- Over 15 years of experience working in scientific regulatory environments, including positions at the bench, departmental management, and providing scientific consultancy.
- Over 10 years of experience contributing to regulatory submissions and supporting regulatory audits across the pharmaceutical and next generation nicotine product industries, working with multiple Regulatory Authorities worldwide.
- Proven record in leading teams to achieve development, validation, and continual improvement of methods to support market release and stability monitoring of pharmaceutical products.
- A quality-focused mindset with a commitment to establishing long-term Client relationships through honesty and openness.
Leon Birch is a Principal Scientist within the Scientific Affairs team at Broughton. Drawing on his experience over more than 15 years of working with worldwide Regulatory Authorities, Leon is committed to delivering the highest quality of work and providing the best scientific guidance.
Prior to joining Broughton, Leon was the QC Section Manager for the Chromatography Department at Covance Laboratories, a global Contract Research Organization. Responsible for a team of 25 QC Scientists and Laboratory Analysts, Leon was accountable for the data integrity, quality, timelines, productivity, and regulatory standards within the department. Working mainly on Transfer, Validation, Stability and Market Release studies, Leon became intimately familiar with ICH, EudraLex, MHRA, and FDA requirements and guidelines to consistently deliver successfully, on time, and within budget for Clients adhering to European, United States, Japanese, Mexican and Kazakhstani Regulatory Bodies.

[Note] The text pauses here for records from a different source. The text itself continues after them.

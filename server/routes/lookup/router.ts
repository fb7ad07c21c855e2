import { Router } from 'express';
import { lookupQuerySchema, type LookupView } from '../../../shared/schemas/labels';
import { authenticate } from '../../auth/authenticate';
import { validated } from '../../http/validate';
import { lookupCode } from '../../receiving/lookup';

export const lookupRouter = Router();

// Open to every signed-in user: the look-up answers only what the user's roles may read.
lookupRouter.get(
  '/',
  authenticate,
  validated({ query: lookupQuerySchema }, async ({ query }, req, res) => {
    const view: LookupView = { code: query.code, matches: await lookupCode(req.user!, query.code) };
    res.json(view);
  }),
);
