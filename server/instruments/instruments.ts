import { inTransaction } from '../../db';
import { Instrument } from '../../db/models';
import { instrumentInputSchema, instrumentUpdateSchema, type InstrumentInput, type InstrumentUpdate } from '../../shared/schemas/instruments';
import { recordAudit, type AuditActor } from '../audit/record';
import { notFound } from '../http/errors';
import { addCalibration } from './calibrations';
import { presentInstrument } from './views';

export const listInstruments = () => Instrument.findAll({ order: [['code', 'ASC']] });

/** Registers an instrument with its current calibration, which becomes its first calibration record. */
export function registerInstrument(actor: AuditActor, input: InstrumentInput, performedBy = 'Not stated at registration') {
  return inTransaction(async (transaction) => {
    const parsed = instrumentInputSchema.parse(input);
    const instrument = await Instrument.create(parsed, { transaction });
    await recordAudit(
      actor,
      { action: 'instrument.create', entityType: 'instrument', entityId: instrument.id, after: presentInstrument(instrument) },
      transaction,
    );
    await addCalibration(actor, instrument.id, { calibratedOn: parsed.calibratedOn, dueOn: parsed.calibrationDueOn, performedBy }, undefined, transaction);
    return instrument;
  });
}

/** Edits the entry; its calibration dates change only by recording a calibration. */
export function updateInstrument(actor: AuditActor, id: number, input: InstrumentUpdate) {
  return inTransaction(async (transaction) => {
    const instrument = await Instrument.findByPk(id, { transaction, lock: transaction.LOCK.UPDATE });
    if (!instrument) throw notFound('Instrument');
    const before = presentInstrument(instrument);
    instrument.set(instrumentUpdateSchema.parse(input));
    await instrument.save({ transaction });
    await recordAudit(
      actor,
      { action: 'instrument.update', entityType: 'instrument', entityId: id, before, after: presentInstrument(instrument) },
      transaction,
    );
    return instrument;
  });
}
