import { describe, expect, it } from 'vitest';
import { dispositionInputSchema, pieceVerdict, proposeLotVerdict } from './lotVerdict';

// ISO 2859-1:1999 single sampling: accept with d <= Ac, reject with d >= Re (Re = Ac + 1).
const plan = { accept: 1, reject: 2 };
const sample = (verdicts: ('pass' | 'fail' | 'incomplete')[][]) => verdicts.map((v, i) => ({ serial: `S-${i}`, verdicts: v }));

describe('proposeLotVerdict', () => {
  it('accepts with defectives up to Ac and rejects at Re', () => {
    expect(proposeLotVerdict(sample([['pass'], ['fail'], ['pass']]), plan)).toMatchObject({ proposal: 'accept', defectives: 1 });
    expect(proposeLotVerdict(sample([['fail'], ['fail'], ['pass']]), plan)).toMatchObject({ proposal: 'reject', defectives: 2 });
  });

  it('leaves the lot undecided while a sample piece is incomplete or unmeasured', () => {
    const result = proposeLotVerdict(sample([['pass'], ['incomplete'], []]), plan);
    expect(result).toMatchObject({ proposal: 'undecided', incomplete: ['S-1'], unmeasured: ['S-2'], measured: 2 });
    expect(result.explanation).toBe('The sample is not complete: 1 incomplete, 1 not yet measured');
  });

  it('rejects as soon as Re is reached, even with pieces still open', () => {
    expect(proposeLotVerdict(sample([['fail'], ['fail'], []]), plan).proposal).toBe('reject');
  });

  it('counts a piece failing at any one of its wavelengths as one defective', () => {
    expect(pieceVerdict(['pass', 'fail', 'pass'])).toBe('fail');
    expect(
      proposeLotVerdict(
        sample([
          ['pass', 'fail', 'fail'],
          ['pass', 'pass'],
        ]),
        plan,
      ),
    ).toMatchObject({ proposal: 'accept', defectives: 1 });
  });

  it('accepts a result between Ac and Re of a reduced plan, saying that normal inspection resumes', () => {
    // ANSI/ASQ Z1.4 reduced inspection (common practice): Ac exceeded but Re not reached accepts the
    // lot and reinstates normal inspection. Plan K at AQL 1.0, Ac 1 / Re 4 (Z1.4 Table II-C).
    const gap = { accept: 1, reject: 4 };
    const twoFailed = proposeLotVerdict(sample([['fail'], ['fail'], ['pass']]), gap);
    expect(twoFailed).toMatchObject({ proposal: 'accept', defectives: 2 });
    expect(twoFailed.explanation).toBe('2 defectives in the sample, above Ac 1 but below Re 4: the lot is accepted and normal inspection resumes');
    expect(proposeLotVerdict(sample([['fail'], ['fail'], ['fail'], ['fail']]), gap).proposal).toBe('reject');
    expect(proposeLotVerdict(sample([['fail'], ['pass']]), gap).explanation).toBe('1 defective in the sample, within Ac 1');
  });

  it('keeps a result inside the gap undecided while the sample is open, as Re may still be reached', () => {
    expect(proposeLotVerdict(sample([['fail'], ['fail'], []]), { accept: 1, reject: 4 }).proposal).toBe('undecided');
  });

  it('with Ac 0 a single defective rejects', () => {
    expect(proposeLotVerdict(sample([['pass'], ['fail']]), { accept: 0, reject: 1 }).proposal).toBe('reject');
  });
});

describe('dispositionInputSchema', () => {
  const base = { password: 'x', meaningAcknowledged: true as const, expectedDispositionId: null };
  it('requires a deviation of the register and a justification to use a lot as is', () => {
    const result = dispositionInputSchema.safeParse({ ...base, decision: 'use-as-is' });
    expect(result.success).toBe(false);
    expect(result.error?.issues.map((i) => i.path.join('.')).sort()).toEqual(['deviationId', 'justification']);
    expect(
      dispositionInputSchema.safeParse({ ...base, decision: 'use-as-is', deviationId: 42, justification: 'Axis error only affects a test fixture' }).success,
    ).toBe(true);
  });

  it('requires the meaning of the signature to be acknowledged', () => {
    expect(dispositionInputSchema.safeParse({ ...base, decision: 'accept', meaningAcknowledged: false }).success).toBe(false);
  });
});
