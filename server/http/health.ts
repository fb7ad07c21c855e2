// What /api/health answers: whether this process reaches its database.
import { databaseIsUp } from '../../db';

export async function healthReport() {
  const up = await databaseIsUp();
  return { status: up ? 200 : 503, body: { status: up ? 'ok' : 'degraded', db: up ? 'ok' : 'down' } };
}
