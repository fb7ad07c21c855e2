// From per-piece results to the proposed lot verdict: the defectives in the sample against the
// plan's Ac/Re (ISO 2859-1 / ANSI/ASQ Z1.4 single sampling). A piece measured at several
// wavelengths (an achromatic part) is defective when any of its wavelengths fails; a sample piece
// without a usable result keeps the lot undecided.
import { z } from 'zod';
import { plural } from '../format';

export type PieceVerdict = 'pass' | 'fail' | 'incomplete';

export type SamplePieceOutcome = {
  serial: string;
  /** Verdicts of the piece's current results, one per measured wavelength; empty when unmeasured. */
  verdicts: PieceVerdict[];
};

export type LotVerdict = {
  measured: number;
  defectives: number;
  incomplete: string[];
  unmeasured: string[];
  proposal: 'accept' | 'reject' | 'undecided';
  explanation: string;
};

export function pieceVerdict(verdicts: PieceVerdict[]): PieceVerdict | 'unmeasured' {
  if (verdicts.length === 0) return 'unmeasured';
  if (verdicts.includes('fail')) return 'fail';
  if (verdicts.includes('incomplete')) return 'incomplete';
  return 'pass';
}

export function proposeLotVerdict(sample: SamplePieceOutcome[], plan: { accept: number; reject: number }): LotVerdict {
  const byPiece = sample.map((p) => ({ serial: p.serial, verdict: pieceVerdict(p.verdicts) }));
  const defectives = byPiece.filter((p) => p.verdict === 'fail').length;
  const incomplete = byPiece.filter((p) => p.verdict === 'incomplete').map((p) => p.serial);
  const unmeasured = byPiece.filter((p) => p.verdict === 'unmeasured').map((p) => p.serial);
  const measured = byPiece.length - unmeasured.length;
  const base = { measured, defectives, incomplete, unmeasured };
  // Reaching Re rejects the lot even before the rest of the sample is measured.
  if (defectives >= plan.reject) {
    return { ...base, proposal: 'reject', explanation: `${plural(defectives, 'defective')} in the sample reach Re ${plan.reject}` };
  }
  if (incomplete.length || unmeasured.length) {
    const open = [incomplete.length && `${incomplete.length} incomplete`, unmeasured.length && `${unmeasured.length} not yet measured`]
      .filter(Boolean)
      .join(', ');
    return { ...base, proposal: 'undecided', explanation: `The sample is not complete: ${open}` };
  }
  if (defectives <= plan.accept) {
    return { ...base, proposal: 'accept', explanation: `${plural(defectives, 'defective')} in the sample, within Ac ${plan.accept}` };
  }
  // Only reduced plans (ANSI/ASQ Z1.4) leave a gap between Ac and Re: a result inside it accepts the
  // lot, and the switching rules then return to normal inspection.
  return {
    ...base,
    proposal: 'accept',
    explanation: `${plural(defectives, 'defective')} in the sample, above Ac ${plan.accept} but below Re ${plan.reject}: the lot is accepted and normal inspection resumes`,
  };
}

// A sort takes the place of a plain reject: the lot reopens for a 100 % measurement and each piece
// then goes by its own verdict (conforming to stock, nonconforming back to the vendor).
export const DISPOSITIONS = ['accept', 'reject', 'sort', 'use-as-is'] as const;
export type Disposition = (typeof DISPOSITIONS)[number];

/** What a signature means, shown before signing and stored with it. */
export const SIGNATURE_MEANINGS: Record<Disposition, string> = {
  accept: 'I approve this lot for use: the sample met the ordered specification under the applied sampling plan.',
  reject: 'I reject this lot as nonconforming; it is to be returned to the supplier.',
  sort: 'I reject this lot as sampled and order a 100 % sort: every remaining piece is to be measured; the conforming pieces are released for use, the nonconforming ones returned to the supplier.',
  'use-as-is': 'I release this nonconforming lot for use as is under the deviation stated, for the reason given.',
};

export const DISPOSITION_LABELS: Record<Disposition, string> = {
  accept: 'Accept',
  reject: 'Reject to vendor',
  sort: 'Sort 100 %',
  'use-as-is': 'Use as is (deviation)',
};

export const dispositionInputSchema = z
  .object({
    decision: z.enum(DISPOSITIONS),
    password: z.string().min(1, 'Re-enter your password to sign'),
    meaningAcknowledged: z.literal(true, { error: 'Confirm the meaning of your signature' }),
    // The register entry (a current deviation of the lot's supplier and part) a use as is goes under.
    deviationId: z.number().int().positive().max(2_147_483_647).optional(),
    justification: z.string().trim().max(2000).optional(),
    // The lot's version the signer looked at: a decision taken meanwhile by someone else wins.
    expectedDispositionId: z.number().int().nullable(),
  })
  .superRefine((value, ctx) => {
    if (value.decision !== 'use-as-is') return;
    if (!value.deviationId) ctx.addIssue({ code: 'custom', path: ['deviationId'], message: 'Choose the deviation the lot is used under' });
    if (!value.justification || value.justification.length < 10)
      ctx.addIssue({ code: 'custom', path: ['justification'], message: 'State the justification (10 characters or more)' });
  });
export type DispositionInput = z.infer<typeof dispositionInputSchema>;
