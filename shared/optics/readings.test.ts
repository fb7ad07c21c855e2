import { describe, expect, it } from 'vitest';
import stokesErrors from '../../tests/fixtures/readings/stokes-errors.csv?raw';
import { analyzeBuffer, analyzeText } from './analyze.js';
import { plainDecimal, readMetadata } from './readings.js';
import { DIRECT_HEADER, SCAN_HEADER, STOKES_HEADER, stokesRows } from './synthetic.js';
import type { PieceSpecInput } from './spec.js';
import { bytesOf, seededUniform } from './testing.js';

const QWP: PieceSpecInput = { nominalWaves: 0.25, designWavelengthNm: 632.8, retardanceTolWaves: 0.003, axisTolDeg: 0.5 };
const good = (serial = 'QW-0001', wavelengthNm = 632.8) => stokesRows({ serial, wavelengthNm, retardanceWaves: 0.2497, fastAxisDeg: 0.1 });
const lines = (...parts: (string | string[])[]) => parts.flat().join('\n');
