import { z } from 'zod';

/** `/:id` of a resource: a PostgreSQL integer key, so larger numbers are refused here, not by the database. */
export const idParams = z.object({ id: z.coerce.number().int().positive().max(2_147_483_647) });
export type IdParams = z.infer<typeof idParams>;
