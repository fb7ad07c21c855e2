// The scan look-up: what a scanned or typed code names, among what the user may read.
import { describe, expect, it } from 'vitest';
import { as } from '../../../tests/helpers/api';
import { receivedLot } from '../../../tests/helpers/receivedLot';
import { uniqueTag } from '../../../tests/helpers/purchasing';

describe('GET /api/lookup', () => {
  it('finds a serial, a lot by its name in either case, and a PO by its number', async () => {
    const lot = await receivedLot({ quantity: 2 });
    const clerk = await as('clerk');
    const serial = await clerk
      .get('/api/lookup')
      .query({ code: ` ${lot.serials[0]} ` })
      .expect(200);
    expect(serial.body).toEqual({
      code: lot.serials[0],
      matches: [{ kind: 'piece', serial: lot.serials[0], partNumber: expect.stringMatching(/^WP-T-/), lotId: lot.lotId, path: `/pieces/${lot.serials[0]}` }],
    });
    const byName = await clerk
      .get('/api/lookup')
      .query({ code: `l-${lot.lotId}` })
      .expect(200);
    expect(byName.body.matches).toEqual([
      { kind: 'lot', lotId: lot.lotId, name: `L-${lot.lotId}`, partNumber: expect.any(String), path: `/lots/${lot.lotId}` },
    ]);
    const order = await clerk.get('/api/lookup').query({ code: lot.poNumber.toLowerCase() }).expect(200);
    expect(order.body.matches).toEqual([
      {
        kind: 'purchase-order',
        purchaseOrderId: expect.any(Number),
        number: lot.poNumber,
        supplierName: expect.stringMatching(/^Test supplier/),
        path: expect.stringMatching(/^\/purchasing\/orders\/\d+$/),
      },
    ]);
  });

  it('answers every piece of a serial that two parts use, and nothing for an unknown code', async () => {
    const serialPrefix = `DUP${uniqueTag()}-`;
    const first = await receivedLot({ quantity: 1, serialPrefix });
    const second = await receivedLot({ quantity: 1, serialPrefix });
    const inspector = await as('inspector');
    const both = await inspector.get('/api/lookup').query({ code: first.serials[0] }).expect(200);
    expect(both.body.matches.map((m: { lotId: number }) => m.lotId).sort()).toEqual([first.lotId, second.lotId].sort());
    expect(
      (
        await inspector
          .get('/api/lookup')
          .query({ code: `NOPE-${uniqueTag()}` })
          .expect(200)
      ).body.matches,
    ).toEqual([]);
    expect((await inspector.get('/api/lookup').query({ code: '   ' }).expect(400)).body.error.details[0].message).toBe('Scan or type a code');
  });
});
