import { inTransaction } from '../../db';
import { Instrument } from '../../db/models';
import { instrumentInputSchema, type InstrumentInput } from '../../shared/schemas/instruments';
import { recordAudit, type AuditActor } from '../audit/record';
import { notFound } from '../http/errors';
import { presentInstrument } from './views';

export const listInstruments = () => Instrument.findAll({ order: [['code', 'ASC']] });

export function registerInstrument(actor: AuditActor, input: InstrumentInput) {
  return inTransaction(async (transaction) => {
    const instrument = await Instrument.create(instrumentInputSchema.parse(input), { transaction });
    await recordAudit(
      actor,
      { action: 'instrument.create', entityType: 'instrument', entityId: instrument.id, after: presentInstrument(instrument) },
      transaction,
    );
    return instrument;
  });
}

export function updateInstrument(actor: AuditActor, id: number, input: InstrumentInput) {
  return inTransaction(async (transaction) => {
    const instrument = await Instrument.findByPk(id, { transaction, lock: transaction.LOCK.UPDATE });
    if (!instrument) throw notFound('Instrument');
    const before = presentInstrument(instrument);
    instrument.set(instrumentInputSchema.parse(input));
    await instrument.save({ transaction });
    await recordAudit(
      actor,
      { action: 'instrument.update', entityType: 'instrument', entityId: id, before, after: presentInstrument(instrument) },
      transaction,
    );
    return instrument;
  });
}
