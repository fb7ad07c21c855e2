// The web surface: changes only from Phaselot's own origins, security headers on app and API, and
// no session token or password in the log.
import { describe, expect, it, vi } from 'vitest';
import request from 'supertest';
import { QueryTypes } from 'sequelize';
import { app, tokenFor } from '../../tests/helpers/api';
import { orderedLine, TINY_PDF, uniqueTag } from '../../tests/helpers/purchasing';
import { demoLogin } from '../../db/seeders/demo';
import { sequelize } from '../../db';
import { createApp } from '../app';
import { SESSION_COOKIE } from '../auth/tokens';
import { config } from '../config';
import { createLogger } from '../logger';

const OTHER_ORIGIN = 'http://127.0.0.1:9';

/** A browser-like sign-in: the session cookie the server sets. */
async function sessionCookie(role: Parameters<typeof demoLogin>[0]) {
  const response = await request(app).post('/api/auth/login').send(demoLogin(role)).expect(200);
  const cookie = ([] as string[]).concat(response.headers['set-cookie'] ?? []).find((c) => c.startsWith(`${SESSION_COOKIE}=`));
  if (!cookie) throw new Error('no session cookie set');
  return cookie.split(';')[0];
}

const newSupplier = () => ({ name: `Origin test ${uniqueTag()}`, contactEmail: `origin-${uniqueTag().toLowerCase()}@example.test` });

describe('changes from other origins', () => {
  it('refuses a multipart receipt posted from another origin with the session cookie, and creates no lot', async () => {
    const line = await orderedLine(2);
    const supplierLot = `SL-${uniqueTag()}`;
    const response = await request(app)
      .post('/api/shipments')
      .set('Cookie', await sessionCookie('clerk'))
      .set('Origin', OTHER_ORIGIN)
      .field('poLineId', String(line.lineId))
      .field('packingSlipNumber', `PS-${uniqueTag()}`)
      .field('supplierLot', supplierLot)
      .field('quantity', '2')
      .field('serials', `${supplierLot}-1, ${supplierLot}-2`)
      .attach('packingSlip', TINY_PDF, 'slip.pdf')
      .expect(403);
    expect(response.body.error).toMatchObject({ code: 'cross_origin', message: expect.stringContaining(`sent from another site (${OTHER_ORIGIN})`) });
    expect(await sequelize.query('SELECT id FROM lots WHERE supplier_lot = :supplierLot', { type: QueryTypes.SELECT, replacements: { supplierLot } })).toEqual(
      [],
    );
  });

  it('accepts changes from the public address and from the address the request was sent to', async () => {
    const cookie = await sessionCookie('buyer');
    await request(app).post('/api/suppliers').set('Cookie', cookie).set('Origin', config.PUBLIC_ORIGINS[0]).send(newSupplier()).expect(201);
    await request(app)
      .post('/api/suppliers')
      .set('Cookie', cookie)
      .set('Host', 'bench-hall.example:8443')
      .set('Origin', 'http://bench-hall.example:8443')
      .send(newSupplier())
      .expect(201);
    await request(app).post('/api/suppliers').set('Cookie', cookie).set('Sec-Fetch-Site', 'same-origin').send(newSupplier()).expect(201);
  });

  it('refuses a cookie-borne change that names no origin, or that the browser marks as from another site', async () => {
    const cookie = await sessionCookie('buyer');
    const noOrigin = await request(app).post('/api/suppliers').set('Cookie', cookie).send(newSupplier()).expect(403);
    expect(noOrigin.body.error.message).toMatch(/must name its origin/);
    // Another port of the same host is the same site, not the same origin.
    await request(app).post('/api/suppliers').set('Cookie', cookie).set('Sec-Fetch-Site', 'same-site').send(newSupplier()).expect(403);
    await request(app).put('/api/suppliers/1').set('Cookie', cookie).set('Origin', 'null').send(newSupplier()).expect(403);
    await request(app).delete('/api/suppliers/1').set('Cookie', cookie).set('Origin', OTHER_ORIGIN).expect(403);
  });

  it('lets a script with a bearer token and no cookie change things, and anyone read from anywhere', async () => {
    await request(app)
      .post('/api/suppliers')
      .set('Authorization', `Bearer ${await tokenFor('buyer')}`)
      .send(newSupplier())
      .expect(201);
    await request(app)
      .get('/api/suppliers')
      .set('Cookie', await sessionCookie('buyer'))
      .set('Origin', OTHER_ORIGIN)
      .expect(200);
  });

  it('reads PUBLIC_URL as a list: the first address is printed, all are allowed origins', async () => {
    const saved = process.env.PUBLIC_URL;
    try {
      process.env.PUBLIC_URL = 'https://inspection.example/, https://bench.example:8443/phaselot';
      vi.resetModules();
      const { config: listed } = await import('../config');
      expect(listed.PUBLIC_URL).toBe('https://inspection.example');
      expect(listed.PUBLIC_ORIGINS).toEqual(['https://inspection.example', 'https://bench.example:8443']);
      process.env.PUBLIC_URL = 'inspection.example';
      vi.resetModules();
      await expect(import('../config')).rejects.toThrow(/PUBLIC_URL/);
    } finally {
      if (saved === undefined) delete process.env.PUBLIC_URL;
      else process.env.PUBLIC_URL = saved;
      vi.resetModules();
    }
  });
});

describe('security headers', () => {
  it('sends a content security policy, no framing and no sniffing on the API, the app and errors', async () => {
    for (const path of ['/api/health', '/api/no-such-route', '/', '/lots']) {
      const response = await request(app).get(path);
      expect(response.headers['content-security-policy'], path).toMatch(/default-src 'self'/);
      expect(response.headers['content-security-policy'], path).toMatch(/frame-ancestors 'none'/);
      expect(response.headers['content-security-policy'], path).toMatch(/script-src 'self'(;|$)/);
      expect(response.headers['x-frame-options'], path).toBe('DENY');
      expect(response.headers['x-content-type-options'], path).toBe('nosniff');
    }
  });
});

describe('the log', () => {
  it('never holds a session token, cookie or password', async () => {
    const lines: string[] = [];
    const logged = createApp({ logger: createLogger('info', { write: (line: string) => lines.push(line) }) });
    const { email, password } = demoLogin('auditor');
    const signIn = await request(logged).post('/api/auth/login').set('X-Request-Id', 'log-redaction-sign-in').send({ email, password }).expect(200);
    const token = signIn.body.token as string;
    await request(logged)
      .get('/api/auth/me')
      .set('Authorization', `Bearer ${token}`)
      .set('Cookie', `${SESSION_COOKIE}=${token}`)
      .set('X-Request-Id', 'log-redaction-me')
      .expect(200);
    // pino-http writes its line when the response finishes; let that turn of the event loop pass.
    await new Promise((done) => setImmediate(done));
    const text = lines.join('');
    expect(text).toContain('log-redaction-sign-in');
    expect(text).toContain('log-redaction-me');
    expect(text).toContain('[redacted]');
    expect(text).not.toContain(token);
    expect(text).not.toContain(password);
  });
});
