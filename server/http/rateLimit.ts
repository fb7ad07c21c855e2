// Rate limits for routes anyone may call (express-rate-limit), counted in PostgreSQL so that every
// server process shares one count and a restart forgets nothing: a fixed window per key, started by
// its first hit. Over the limit the answer is 429 with the time to wait, in the API's error shape.
import { rateLimit, ipKeyGenerator, type Store, type Options } from 'express-rate-limit';
import { QueryTypes } from 'sequelize';
import { sequelize } from '../../db';
import { AppError } from './errors';

class PostgresStore implements Store {
  localKeys = false;
  windowMs = 60_000;
  constructor(readonly prefix: string) {}

  init(options: Options) {
    this.windowMs = options.windowMs;
  }

  async increment(key: string) {
    const [row] = await sequelize.query<{ hits: number; resetAt: Date }>(
      `INSERT INTO rate_limit_hits (key, hits, reset_at) VALUES (:key, 1, now() + make_interval(secs => :seconds))
       ON CONFLICT (key) DO UPDATE SET
         hits = CASE WHEN rate_limit_hits.reset_at <= now() THEN 1 ELSE rate_limit_hits.hits + 1 END,
         reset_at = CASE WHEN rate_limit_hits.reset_at <= now() THEN now() + make_interval(secs => :seconds) ELSE rate_limit_hits.reset_at END
       RETURNING hits, reset_at AS "resetAt"`,
      { type: QueryTypes.SELECT, replacements: { key: this.prefix + key, seconds: this.windowMs / 1000 } },
    );
    return { totalHits: row.hits, resetTime: row.resetAt };
  }

  async decrement(key: string) {
    await sequelize.query('UPDATE rate_limit_hits SET hits = greatest(hits - 1, 0) WHERE key = :key', { replacements: { key: this.prefix + key } });
  }

  async resetKey(key: string) {
    await sequelize.query('DELETE FROM rate_limit_hits WHERE key = :key', { replacements: { key: this.prefix + key } });
  }
}

/** Deletes counters whose window ended a day ago or more (run by a scheduled job). */
export async function sweepRateLimits() {
  await sequelize.query(`DELETE FROM rate_limit_hits WHERE reset_at < now() - interval '1 day'`);
}

const waitText = (seconds: number) => (seconds < 90 ? `${seconds} seconds` : `${Math.ceil(seconds / 60)} minutes`);

/** At most `limit` requests per client address and window for the routes it guards (`name` keeps
 * the counts of different limits apart). */
export function addressRateLimit(name: string, limit: number, windowMinutes: number) {
  return rateLimit({
    windowMs: windowMinutes * 60_000,
    limit,
    standardHeaders: 'draft-8',
    legacyHeaders: false,
    store: new PostgresStore(`${name}:`),
    keyGenerator: (req) => ipKeyGenerator(req.ip ?? 'unknown'),
    handler: (req, _res, next) => {
      const resetTime = (req as typeof req & { rateLimit?: { resetTime?: Date } }).rateLimit?.resetTime;
      const seconds = Math.max(1, Math.ceil(((resetTime?.getTime() ?? Date.now() + 60_000) - Date.now()) / 1000));
      next(
        new AppError(429, 'too_many_requests', `Too many requests from your network address. Try again in ${waitText(seconds)}.`, {
          retryAfterSeconds: seconds,
        }),
      );
    },
  });
}
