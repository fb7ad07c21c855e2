import { z } from 'zod';

/** `/:id` of a resource. */
export const idParams = z.object({ id: z.coerce.number().int().positive() });
export type IdParams = z.infer<typeof idParams>;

Leon joined Broughton as Head of Science, leading the Scientific Development team responsible for delivering validated methods for the analysis of the 33 key HPHCs required for Premarket Tobacco Product Application (PMTA) submissions. Now a member of the Scientific Affairs team, Leon is applying his experience to the study design and compilation of dossiers in support of regulatory submissions, having worked on PMTA and Marketing Authorisation Applications (MAA).